Looking for any ex Booker Line personnel
I worked for them between 1974-80, about 2 years before their final demise.
Would be nice to hear from anyone who sailed on their vessels.
For those that may be interested , a new Booker Line site has been opened, certainly worth a look.
In particular I am looking to get in touch with Bob Lavender, believe he now resides in New Zealand.
Be interested , to hear from Billy Whizz, Billy Gordon, or anyone else whose still around

Steve Mac


----------



## kenneth berry (Oct 1, 2005)

Hi Steve,

Suggest you check out my website at:

http://www.bookerline.com/

If you want to leave a message I'll gladly post it on the Guest Book page,

Regards,

Ken


----------



## Jim Gallagher (Oct 7, 2009)

Stevejmac said:


> Looking for any ex Booker Line personnel
> I worked for them between 1974-80, about 2 years before their final demise.
> Would be nice to hear from anyone who sailed on their vessels.
> For those that may be interested , a new Booker Line site has been opened, certainly worth a look.
> ...


hi steve just joined i was on the viking jioned her in guyana around 1970ish cant be sure lost my discharge book yrs ago so hopeing i can find them from anyone on the site, i remember some of the crew bosun named cyril i was on deck also jhonny malloy boxing family from liverpool do you know how to get crew list so i can be sure of dates not good on computers or on this hi tec. cheers jim gallagher from wigan


----------



## CaptRobert (Dec 29, 2021)

Jim Gallagher said:


> hi steve just joined i was on the viking jioned her in guyana around 1970ish cant be sure lost my discharge book yrs ago so hopeing i can find them from anyone on the site, i remember some of the crew bosun named cyril i was on deck also Johnny malloy fromboxing family from liverpool do you know how to get crew list so i can be sure of dates not good on computers or on this hi tec. cheers jim gallagher from wigan.
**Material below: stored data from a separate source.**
package packlist

import (
	"slices"
	"strings"

	"sailby/report/agenda"
	"sailby/tasks"
	"sailby/tasks/expand"
)

// usual is what a kind of work usually needs and no task names: house judgement, to be struck out.
type usual struct {
	group Group
	what  string
	when  func(m *maker, s *expand.Step) bool
}

func of(kinds ...tasks.Kind) func(*maker, *expand.Step) bool {
	return func(_ *maker, s *expand.Step) bool {
		return s.Class == expand.Hands && slices.Contains(kinds, s.Task.Kind)
	}
}

// uses says whether a step's estimate counts something out.
func uses(s *expand.Step, what string) bool {
	return slices.ContainsFunc(s.Estimate.Consumables, func(c expand.Consumable) bool { return c.What == what })
}

func hot(_ *maker, s *expand.Step) bool { return s.Hot }

func powered(_ *maker, s *expand.Step) bool { return s.Power > 0 }

func face(is func(f *tasks.Workface) bool) func(*maker, *expand.Step) bool {
	return func(_ *maker, s *expand.Step) bool { return s.Face != nil && is(s.Face) }
}

func slung(_ *maker, s *expand.Step) bool {
	return s.Task.Kind == tasks.Lift && s.Class == expand.Hands
}

func pulled(_ *maker, s *expand.Step) bool {
	return s.Task.Lifting != nil && s.Task.Lifting.Proved != nil
}

var usuals = []usual{
	{Tools, "return clamp, chipping hammer, wire brushes, temperature sticks, spare torch parts", of(tasks.Weld)},
	{Tools, "angle grinders, cutting and flap discs, spanners for them", of(tasks.Weld, tasks.Cut, tasks.Prep)},
	{Tools, "torch set, nozzles, flashback arrestors, lighter", func(_ *maker, s *expand.Step) bool { return s.Task.Kind == tasks.Cut && s.Task.By == "oxy-fuel" }},
	{Gas, "oxygen and fuel gas for the torch: count the bottles by the cut", func(_ *maker, s *expand.Step) bool {
		return s.Task.Kind == tasks.Cut && s.Task.By == "oxy-fuel" && !uses(s, "oxygen")
	}},
	{Tools, "clamps, wedges, dogs, levels, squares, tape, scriber, podger spanners, drifts", of(tasks.FitUp)},
	{Tools, "mixing paddle, brushes, rollers, masking tape, rags in a tin, steel thermometer, hygrometer, wet film comb, film gauge", of(tasks.Coat)},
	{Tools, "blast hoses, nozzles, dead-man handle, sheeting to catch the grit", func(_ *maker, s *expand.Step) bool {
		return s.Task.Kind == tasks.Prep && (s.Task.Method == "blast" || strings.HasPrefix(s.Task.Grade, "Sa"))
	}},
	{Tools, "test gear, gauges, lamp, penetrant and developer or magnetic ink", of(tasks.Test)},
	{Tools, "packing timber, wedges, pinch bars", of(tasks.Lift, tasks.Move)},
	{Tools, "load cell or jack with a gauge, for pulling to the cut-off", pulled},
	{Tools, "leads, residual current devices, plugs that fit there", powered},
	{Tools, "screens, fire blankets", hot},
	{Protective, "helmets, safety boots, gloves, eye protection, ear protection, high-visibility jackets, one set each", func(*maker, *expand.Step) bool { return true }},
	{Protective, "welding helmets with breathing protection, leathers, gauntlets", of(tasks.Weld)},
	{Protective, "face shields, dust masks", of(tasks.Cut, tasks.Prep)},
	{Protective, "breathing filters for vapour, chemical gloves, overalls, eyewash", of(tasks.Coat)},
	{Protective, "extinguishers: one at the work, one with the fire watch", hot},
	{Protective, "lifejackets, throw line", face(func(f *tasks.Workface) bool { return f.Water })},
	{Protective, "radio, tide table, boots", face(func(f *tasks.Workface) bool { return f.Tidal })},
	{Protective, "gas tester, fan and duct, rescue line", face(func(f *tasks.Workface) bool { return f.Closed })},
	{Protective, "barrier tape and signs for the lift", slung},
	{Protective, "first-aid kit, torch, spare batteries", func(*maker, *expand.Step) bool { return true }},
}

// house lists tools, protective gear and papers by kind of work.
func (m *maker) house() {
	steps := m.steps()
	for _, u := range usuals {
		it := Item{Group: u.group, What: u.what, Amount: "house list", House: true, pieces: 1}
		for _, s := range steps {
			if u.when(m, s) {
				m.with(&it, s)
			}
		}
		if len(it.For) == 0 {
			continue
		}
		if len(it.For) > 4 {
			it.For = append(it.For[:4:4], "and others")
		}
		it.Stops = false
		m.add(it)
	}
	m.papers(steps)
}

// papers lists what must be on paper, by what the tasks name.
func (m *maker) papers(steps []*expand.Step) {
	index := map[string]int{}
	paper := func(what string, stops bool, s *expand.Step) {
		i, ok := index[what]
		if !ok {
			i = len(m.items)
			index[what] = i
			m.add(Item{Group: Papers, What: what, Amount: "1", flat: true, pieces: 1})
		}
		it := &m.items[i]
		before := it.Stops
		if s != nil {
			m.with(it, s)
		}
		it.Stops = before || stops
	}
	paper("this pack, and pencils", false, nil)
	for _, s := range steps {
		t := s.Task
		if s.Class != expand.Hands || s.HandsOn == 0 {
			continue
		}
		if t.Drawing != "" {
			paper("drawing "+t.Drawing, false, s)
		}
		for _, seam := range t.Seams {
			if seam.Procedure != "" {
				paper("welding procedure: "+seam.Procedure, true, s)
			}
		}
		for _, c := range t.Coats {
			paper("data and safety sheet of "+c, false, s)
		}
		for _, p := range s.Wants {
			paper("permit: "+p, true, s)
		}
		if t.Kind == tasks.Weld && len(t.Seams) > 0 {
			paper("welders' qualifications", false, s)
		}
		if slung(m, s) {
			paper("lift sheet, signed: "+agenda.TaskLabel(t), true, s)
			paper("certificates of hoists, slings and shackles", true, s)
		}
		if s.Place.Tide != nil {
			paper("tide table", false, s)
		}
		for _, c := range s.Estimate.Consumables {
			if groupOf(c.What) == Gas {
				paper("safety sheets of the gases, and the dangerous goods note that the carrier wants", false, s)
			}
		}
	}
	if m.w.Trip != nil {
		paper("booking of "+m.w.Trip.Name, true, nil)
	}
	for _, v := range m.job.Vehicles {
		paper("papers of "+v.Name+", and the driver's licence for it", true, nil)
	}
}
Sailed on the Vulcan and Viking in 1975 to 1977 while studying for my BSc in nautical studies
Sailed as 2nd Mate. Captains Paddy Hill, Ted Jones,Bob McKechnie, great company great runs.
My wife did a 6 week trip liverpool to Carribeam Island Geoargtown Paramaribo etc.in summer time
MY wife loved it . 6 weeks round trip The TSB bank she worked for gave her the time off and still paid her.
Coming back on the Viking the Gyro compass packed in folllowed by the magnetic compass ripping itself of the monkey Island wrecking itself. No GPS then! W e plopped it back in place took loads of errors, noon sights and star sights became very Sharp. Mary my wife did a lot of the steering on my watch, ABS hate steering as cannot go for smoke beer etc. 
We never left the course line once which you normally do probably due to sharp focus on navigation, wind and sea state etc. Never repeated an ocean passage as accurate as that again.Even with GPS
Captain Robert Smitton BSc Nautical Studies PGCLTHE 
Sailed with some you have mentioned Cyril and Malloy. Bob Mc Kecknie was Master on this trip, a great Captain


----------